Any engine that works at $50$ $^oC$ on the hot side is going to have a low efficiency. This may not matter but needs to be noted.

The theoretical max possible $\eta$ (efficiency) is that defined by the Carnot cycle. Depending on the actual implementation the cycle used may be different, but this sets an upper possible theoretical limit.

Assume $T_{cold}$ = $25$ $^oC$. Colder may be possible but cold side thermal sinking can be challenging - as will be seen, an enormous amount of "waste" heat energy will be present. Not all of this will flow via the cold sink - but a significant amount will.

$$\eta_{carnot} = \frac{\triangle T}{T_{hot}}$$

Here $T_{hot}$ at $50$ $^oC$ = $273$ $+$ $50$ $=$ $323$ $K$.

$\triangle T$ $=$ $(50-25)$ $=$ $25$ $K$.

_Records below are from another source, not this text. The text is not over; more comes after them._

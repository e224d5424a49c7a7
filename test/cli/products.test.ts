import { describe, it, expect, afterAll } from 'vitest';
import { cli, cliJson, csvBody, csvMeta, scratchDir } from './helpers';
import { readCsv } from '../../src/io/csv';
import { prepareModel } from '../../src/physics/field/model';
import { cgmPair, cgmOf } from '../../src/physics/mapping';
import { dstFromCorrected, integrateDstStar } from '../../src/physics/field/storm-index';
import { EXIT_OK, EXIT_USAGE, EXIT_ROWS_FAILED } from '../../src/cli/exit-codes';
import { expectClose } from '../helpers';

// Sources: the CLI contract (references §13: metadata, columns, exit codes, one conjugate-altitude rule);
// CGM by tracing (references §6) and the dipole identity cos²Λ = r/R (references §1, derived).
const T = ['--time', '2025-03-20T22:00:00Z'];
const COND = { time: '2025-03-20T22:00:00Z', pdynNpa: 4, bzNt: -8, byNt: 0, dstNt: -40 };
const FLAGS = [...T, '--pdyn', '4', '--bz', '-8', '--by', '0', '--dst', '-40'];
const scratch = scratchDir('cli-products-');
afterAll(() => scratch.remove());

function table(text: string): Record<string, string>[] {
  const [head, ...rows] = readCsv(csvBody(text));
  return rows.map((r) => Object.fromEntries(head.map((h, i) => [h, r[i]])));
}

describe('corrected geomagnetic coordinates through trace (references §6)', () => {
  it('trace gives the same CGM as the library helper for the site, its footpoint and its conjugate', async () => {
    const j = await cliJson('trace', '--lat', '62.5', '--lon', '-15', ...FLAGS);
    const model = prepareModel({ ...COND, internal: 'igrf' });
    const site = cgmPair(model, 62.5, -15, 0).atAlt;
    if (!site.defined) throw new Error('site CGM undefined');
    expectClose(j.site.cgm.latDeg, site.latDeg, 1e-9, 'site CGM latitude, trace vs cgmPair');
    expectClose(j.site.cgm.lonDeg, site.lonDeg, 1e-9, 'site CGM longitude');
    expectClose(j.site.cgm.mltCgmHours, site.mltH, 1e-9, 'site MLT (CGM)');
    for (const fp of [j.siteFootpoint, j.conjugate]) {
      const p = cgmPair(model, fp.geoLatDeg, fp.geoLonDeg, fp.altKm);
      if (!p.atAlt.defined || !p.ground.defined) throw new Error('footpoint CGM undefined');
      expectClose(fp.cgm.latDeg, p.atAlt.latDeg, 1e-9, `${fp.hemisphere} footpoint CGM latitude at ${fp.altKm} km`);
      expectClose(fp.groundCgm.latDeg, p.ground.latDeg, 1e-9, `${fp.hemisphere} footpoint CGM latitude at the ground`);
    }
    // CGM differs from the centred dipole's latitude with IGRF at this site (by about 4°, measured).
    expect(Math.abs(j.site.cgm.latDeg - j.site.magLatDeg)).toBeGreaterThan(1);
  });

  it('pure centred dipole: CGM latitude, longitude and MLT equal the MAG ones at the footpoints (derived: cos²Λ = r/R)', async () => {
    const j = await cliJson('trace', '--lat', '66', '--lon', '20', ...FLAGS, '--internal', 'dipole');
    for (const fp of [j.siteFootpoint, j.conjugate]) {
      // Tolerance: the CGM trace's measured latitude error (≤ 4e-5°, cgm.ts) plus the footpoint's geodetic round trip.
      expectClose(fp.cgm.latDeg, fp.magLatDeg, 1e-4, `${fp.hemisphere} CGM = MAG latitude`);
      expectClose(fp.cgm.lonDeg, fp.magLonDeg, 1e-4, `${fp.hemisphere} CGM = MAG longitude`);
      expectClose(fp.cgm.mltCgmHours, fp.mltHours, 1e-5, `${fp.hemisphere} MLT (CGM) = MLT (MAG)`);
    }
    expect(j.conditions.mltLabels).toEqual({ mltHours: 'MLT (MAG)', mltCgmHours: 'MLT (CGM)' });
  });

  it('near the dipole equator CGM is undefined with a reason', async () => {
    const model = prepareModel({ ...COND, internal: 'igrf' });
    // Ground points along longitude 100°E across the dipole equator: some line there stays on one side of it.
    let undefinedFound = false;
    for (let la = -15; la <= 15 && !undefinedFound; la += 0.5) {
      const r = cgmOf(model).fromGeodetic(la, 100, 0);
      if (!r.defined) { undefinedFound = true; expect(r.reason).toMatch(/undefined near the dipole equator/); }
    }
    expect(undefinedFound).toBe(true);
  });
});

describe('one conjugate-altitude rule (references §13)', () => {
  it('the conjugate lies at --alt-km unless --conjugate-alt-km sets it apart, and the tables say so', async () => {
    const a = await cliJson('trace', '--lat', '64.8', '--lon', '-19.6', ...FLAGS, '--alt-km', '110');
    expect(a.conjugate.altKm).toBeCloseTo(110, 3);
    expect(a.conditions.conjugateAltKm).toBe(110);
    const b = await cli('trace', '--lat', '64.8', '--lon', '-19.6', ...FLAGS, '--alt-km', '110', '--conjugate-alt-km', '0', '--format', 'csv');
    expect(b.code, b.err).toBe(EXIT_OK);
    const meta = csvMeta(b.out);
    expect(meta.altKm).toBe('110');
    expect(meta.conjugateAltKm).toBe('0');
    expect(meta.internal).toBe('igrf');
    expect(meta.dstSource).toBe('given');
    expect(meta.version).toMatch(/^\d+\.\d+\.\d+/);
    const rows = table(b.out);
    expect(rows.map((r) => r.role)).toEqual(['site', 'near', 'conjugate']);
    expectClose(Number(rows[2].alt_km), 0, 1e-3, 'conjugate at the ground');
    expectClose(Number(rows[1].alt_km), 110, 1e-3, 'near footpoint at 110 km');
    for (const r of rows) expect(r.time_utc).toBe('2025-03-20T22:00:00.000Z');
    // The conjugate at 0 km equals a ground trace's conjugate.
    const g = await cliJson('trace', '--lat', '64.8', '--lon', '-19.6', ...FLAGS, '--alt-km', '0');
    expectClose(Number(rows[2].geo_lat_deg), g.conjugate.geoLatDeg, 1e-6, 'conjugate latitude, set apart vs ground trace');
  });
});

describe('reasons instead of silent empties', () => {
  it('oval --source-re 100: every missing equatorward edge carries the engine search\'s reason', async () => {
    for (const [src, re] of [['100', /^the source distance lies outside the magnetopause$|^the closed region ends before the source distance$/]] as const) {
      const r = await cli('oval', ...FLAGS, '--source-re', src, '--mlt-step', '6', '--format', 'csv', '--hemisphere', 'north');
      expect(r.code, r.err).toBe(EXIT_OK);
      const rows = table(r.out);
      expect(rows.length).toBe(4);
      for (const row of rows) {
        expect(row.equatorward_mag_lat_deg).toBe('');
        expect(row.equatorward_reason, `source ${src} RE, MLT ${row.mlt_h}`).toMatch(re);
      }
      expect(r.err).toMatch(/of 8 boundaries found; 4 missing/);
    }
  });

  it('sweep: one call is bounded (steps × MLT values) with a message naming the flag', async () => {
    const r = await cli('sweep', ...T, '--vary', 'bz', '--from', '0', '--to', '-10', '--steps', '1000', '--mlt', '0,6,12');
    expect(r.code).toBe(EXIT_USAGE);
    expect(r.err).toMatch(/--mlt: --steps 1000 × 3 MLT values = 3000 sweeps steps, more than the 2000/);
  });

  it('sweep CSV rows carry time and condition columns and reason columns', async () => {
    const r = await cli('sweep', ...T, '--vary', 'bz', '--from', '0', '--to', '-4', '--steps', '2', '--dst', '-10', '--format', 'csv', '--source-re', '100');
    expect(r.code, r.err).toBe(EXIT_OK);
    const rows = table(r.out);
    expect(rows.map((x) => x.bz_nt)).toEqual(['0', '0', '-4', '-4']);
    for (const x of rows) {
      expect(x.time_utc).toBe('2025-03-20T22:00:00.000Z');
      expect(x.dst_nt).toBe('-10');
      expect(x.equatorward_reason).toMatch(/^the source distance lies outside the magnetopause$|^the closed region ends before the source distance$/);
    }
  });
});

describe('oval --conditions <series> (references §11, §13)', () => {
  const series = [
    'time,pdyn_npa,bz_nt,by_nt,dst_nt',
    '2025-03-20T20:00:00Z,2.5,-3,1,-20',
    '2025-03-20T21:00:00Z,4.2,-7.5,-2,-45',
    '2025-03-20T22:00:00Z,3.1,1.5,0.5,-38',
  ].join('\n') + '\n';

  it('at MLT 0 and 12 each step equals a separate oval call to 0.01°', async () => {
    const file = scratch.file('storm.csv', series);
    const r = await cli('oval', '--conditions', file, '--mlt', '0,12', '--format', 'csv', '--workers', '2');
    expect(r.code, r.err).toBe(EXIT_OK);
    const rows = table(r.out);
    expect(rows.length).toBe(3 * 2 * 2);
    const lines = series.trim().split('\n').slice(1).map((l) => l.split(','));
    for (const [time, p, bz, by, dst] of lines) {
      const one = await cliJson('oval', '--time', time, '--pdyn', p, '--bz', bz, '--by', by, '--dst', dst, '--mlt-step', '12');
      for (const h of one.hemispheres)
        for (const s of h.sectors) {
          const row = rows.find((x) => Date.parse(x.time_utc) === Date.parse(time) && x.hemisphere === h.hemisphere && Number(x.mlt_h) === s.mltHours)!;
          expect(row.dst_source).toBe('given');
          for (const [k, col] of [['openClosed', 'open_closed'], ['equatorward', 'equatorward']] as const) {
            // Both searches stop at the 0.01° latitude tolerance (boundaries.ts).
            expectClose(Number(row[`${col}_mag_lat_deg`]), s[k].magLatDeg, 0.01, `${time} ${h.hemisphere} MLT ${s.mltHours} ${k}`);
            expectClose(Number(row[`${col}_cgm_lat_deg`]), s[k].cgm.latDeg, 0.02, `${time} ${h.hemisphere} MLT ${s.mltHours} ${k} CGM`);
          }
        }
    }
    expect(r.err).toMatch(/3 steps \(0 skipped, 0 unreadable lines, 0 not computed\)/);
  }, 60_000);

  it('without an index in the file, Dst* is integrated through the series from 0 nT (dst_source "integrated")', async () => {
    const file = scratch.file('nodst.csv', 'time,pdyn_npa,bz_nt,by_nt\n2025-03-20T20:00:00Z,2.5,-3,1\nnot a time,2,2,2\n2025-03-20T21:00:00Z,4.2,-7.5,-2\n');
    const r = await cli('oval', '--conditions', file, '--mlt', '0', '--format', 'csv', '--workers', '1', '--hemisphere', 'north');
    expect(r.code, r.err).toBe(EXIT_OK);
    const rows = table(r.out);
    expect(rows.length).toBe(2);
    expect(rows.every((x) => x.dst_source === 'integrated')).toBe(true);
    expectClose(Number(rows[0].dst_nt), dstFromCorrected(0, 2.5), 1e-6, 'first step: Dst* 0 converted back (O\'Brien–McPherron pressure correction, references §10)');
    // Second step: one hour of the first step's drivers (nominal 400 km/s, Bz −3 nT) from Dst* 0, then the pressure correction at 4.2 nPa.
    const star = integrateDstStar([0, 3.6e6], [400, 400], [-3, -7.5]);
    expectClose(Number(rows[1].dst_nt), dstFromCorrected(star[1], 4.2), 1e-6, 'second step: integrated Dst* converted back');
    expect(star[1]).toBeLessThan(0);
    expect(r.err).toMatch(/series line 3/);
    expect(csvMeta(r.out).program).toBe('fieldline-atlas oval --conditions');
  });

  it('a series with no usable step computes nothing: exit 3 with the reason; flags the file sets are refused', async () => {
    const file = scratch.file('bad.csv', 'time,pdyn_npa,bz_nt,by_nt\n2040-01-01T00:00:00Z,2,1,1\n');
    const r = await cli('oval', '--conditions', file, '--format', 'csv');
    expect(r.code).toBe(EXIT_ROWS_FAILED);
    expect(r.err).toMatch(/nothing computed: the series .* has no usable step/);
    expect(r.err).toMatch(/series line 2: .*IGRF-14 covers/);
    const clash = await cli('oval', '--conditions', file, '--bz', '-5');
    expect(clash.code).toBe(EXIT_USAGE);
    expect(clash.err).toMatch(/--bz: comes from the --conditions file/);
    const missing = await cli('oval', '--conditions', scratch.path('nope.csv'));
    expect(missing.code).toBe(EXIT_USAGE);
    expect(missing.err).toMatch(/--conditions: cannot read .*no such file/);
  });
});
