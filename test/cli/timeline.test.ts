import { describe, it, expect, afterAll } from 'vitest';
import * as Astro from 'astronomy-engine';
import { cli, cliJson, csvBody, csvMeta, scratchDir } from './helpers';
import { readCsv } from '../../src/io/csv';
import { prepareModel } from '../../src/physics/field/model';
import { makeTracer, siteReport } from '../../src/physics/mapping';
import { EXIT_OK, EXIT_USAGE } from '../../src/cli/exit-codes';
import { expectClose } from '../helpers';

// Sources: the CLI contract (references §13); the Sun's elevation against astronomy-engine
// (a general-purpose ephemeris library, geometric elevation without refraction) to 0.05°;
// twilight limits −6/−12/−18° (common practice); the per-site numbers are siteReport's (as batch).
const scratch = scratchDir('cli-timeline-');
afterAll(() => scratch.remove());
const SITES = 'name,lat_deg,lon_deg,height_km\nBrannock Tor,65.2,-18.1,0.1\nLissel Cove,-68.4,77.9,0\n';
const NIGHT = ['--from', '2025-03-20T20:00:00Z', '--to', '2025-03-21T02:00:00Z', '--step-min', '120', '--pdyn', '3', '--bz', '-6', '--dst', '-30'];

function table(text: string): Record<string, string>[] {
  const [head, ...rows] = readCsv(csvBody(text));
  return rows.map((r) => Object.fromEntries(head.map((h, i) => [h, r[i]])));
}

describe('timeline (references §13)', () => {
  it('a night at fixed conditions: one row per step and site with the site report, the Sun and the Moon; best hours per site', async () => {
    const sites = scratch.file('sites.csv', SITES);
    const r = await cli('timeline', '--sites', sites, ...NIGHT, '--format', 'csv', '--sun-limit-deg', '-12');
    expect(r.code, r.err).toBe(EXIT_OK);
    const rows = table(r.out);
    expect(rows.length).toBe(4 * 2);
    const meta = csvMeta(r.out);
    expect(meta.program).toBe('fieldline-atlas timeline');
    expect(meta.sunLimitDeg).toBe('-12');
    expect(meta.conjugateAltKm).toBe('110');
    expect(r.err).toMatch(/Brannock Tor: (Dark sky|No dark hours)/);
    expect(r.err).toMatch(/Lissel Cove: (Dark sky|No dark hours)/);
    for (const row of rows) {
      const ms = Date.parse(row.time_utc);
      const lat = Number(row.lat_deg), lon = Number(row.lon_deg);
      const model = prepareModel({ time: row.time_utc, pdynNpa: 3, bzNt: -6, byNt: 0, dstNt: -30 });
      const t = makeTracer(model, { altKm: 110, ellipsoid: true });
      const want = siteReport(model, t, t, { name: row.site, latDeg: lat, lonDeg: lon, heightKm: row.site === 'Brannock Tor' ? 0.1 : 0 }, { altKm: 110, conjugateAltKm: 110, sourceRe: model.sourceRe, minElevationDeg: 10 }, undefined, false);
      expect(row.line_type).toBe(want.type);
      expect(row.oval_relation).toBe(want.ovalRelation);
      if (want.sky) {
        expectClose(Number(row.oval_elevation_deg), want.sky.elevationDeg, 1e-6, `${row.site} ${row.time_utc} oval elevation vs siteReport`);
        expectClose(Number(row.oval_azimuth_deg), want.sky.azimuthDeg, 1e-6, `${row.site} ${row.time_utc} oval azimuth vs siteReport`);
      }
      const obs = new Astro.Observer(lat, lon, row.site === 'Brannock Tor' ? 100 : 0);
      const eq = Astro.Equator(Astro.Body.Sun, new Date(ms), obs, true, true);
      const sunEl = Astro.Horizon(new Date(ms), obs, eq.ra, eq.dec).altitude;
      expectClose(Number(row.sun_elevation_deg), sunEl, 0.05, `${row.site} ${row.time_utc} Sun elevation vs astronomy-engine`);
      const cls = sunEl >= -0.833 ? 'day' : sunEl >= -6 ? 'civil' : sunEl >= -12 ? 'nautical' : sunEl >= -18 ? 'astronomical' : 'night';
      if (Math.abs(sunEl - Math.round(sunEl / 6) * 6) > 0.1) expect(row.twilight).toBe(cls);
      expect(row.dark).toBe(String(sunEl < -12));
      const f = Number(row.moon_illuminated_fraction);
      expect(f >= 0 && f <= 1).toBe(true);
    }
  }, 60_000);

  it('JSON carries the rows and each site\'s best hours; a series drives the steps with its own conditions', async () => {
    const sites = scratch.file('sites2.csv', SITES);
    const series = scratch.file('series.csv', 'time,pdyn_npa,bz_nt,by_nt\n2025-03-20T22:00:00Z,2.2,-4,1\n2025-03-20T23:00:00Z,5.5,-11,-3\n');
    const j = await cliJson('timeline', '--sites', sites, '--conditions', series);
    expect(j.rows.length).toBe(4);
    expect(j.rows.map((x: any) => x.bz_nt)).toEqual([-4, -4, -11, -11]);
    expect(j.rows.every((x: any) => x.dst_source === 'integrated')).toBe(true);
    expect(j.bestHours.map((b: any) => b.site)).toEqual(['Brannock Tor', 'Lissel Cove']);
    for (const b of j.bestHours) expect(b.sentence).toMatch(/UTC/);
  }, 60_000);

  it('bad use names the flag: both or neither time source, too many site-steps, a missing file', async () => {
    const sites = scratch.file('sites3.csv', SITES);
    const both = await cli('timeline', '--sites', sites, '--conditions', sites, '--from', '2025-03-20T20:00:00Z');
    expect(both.code).toBe(EXIT_USAGE);
    expect(both.err).toMatch(/--from: give either --conditions <series> or --from and --to/);
    const long = await cli('timeline', '--sites', sites, '--from', '2025-01-01T00:00:00Z', '--to', '2025-12-31T00:00:00Z', '--step-min', '1');
    expect(long.code).toBe(EXIT_USAGE);
    expect(long.err).toMatch(/--step-min: .* more than the 5000 one call may run/);
    const none = await cli('timeline', '--sites', scratch.path('none.csv'), ...NIGHT);
    expect(none.code).toBe(EXIT_USAGE);
    expect(none.err).toMatch(/--sites: cannot read/);
  });
});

$\eta_{carnot}$ $=$ $25/323$ $=$ $7.7\%$.

At high $T_{hot}$/$T_{cold}$ ratios it is possible in practice to get > $50\%$ $\eta_{carnot}$ but as $\triangle T$ drops and $T_{hot}/T_{cold}$ is small, only a small fraction of the Carnot efficiency is possible. Here with $\eta_{carnot}$ $=$ $7.7\%$ I'd guess that much more than $2\%$ efficiency would be hard to achieve.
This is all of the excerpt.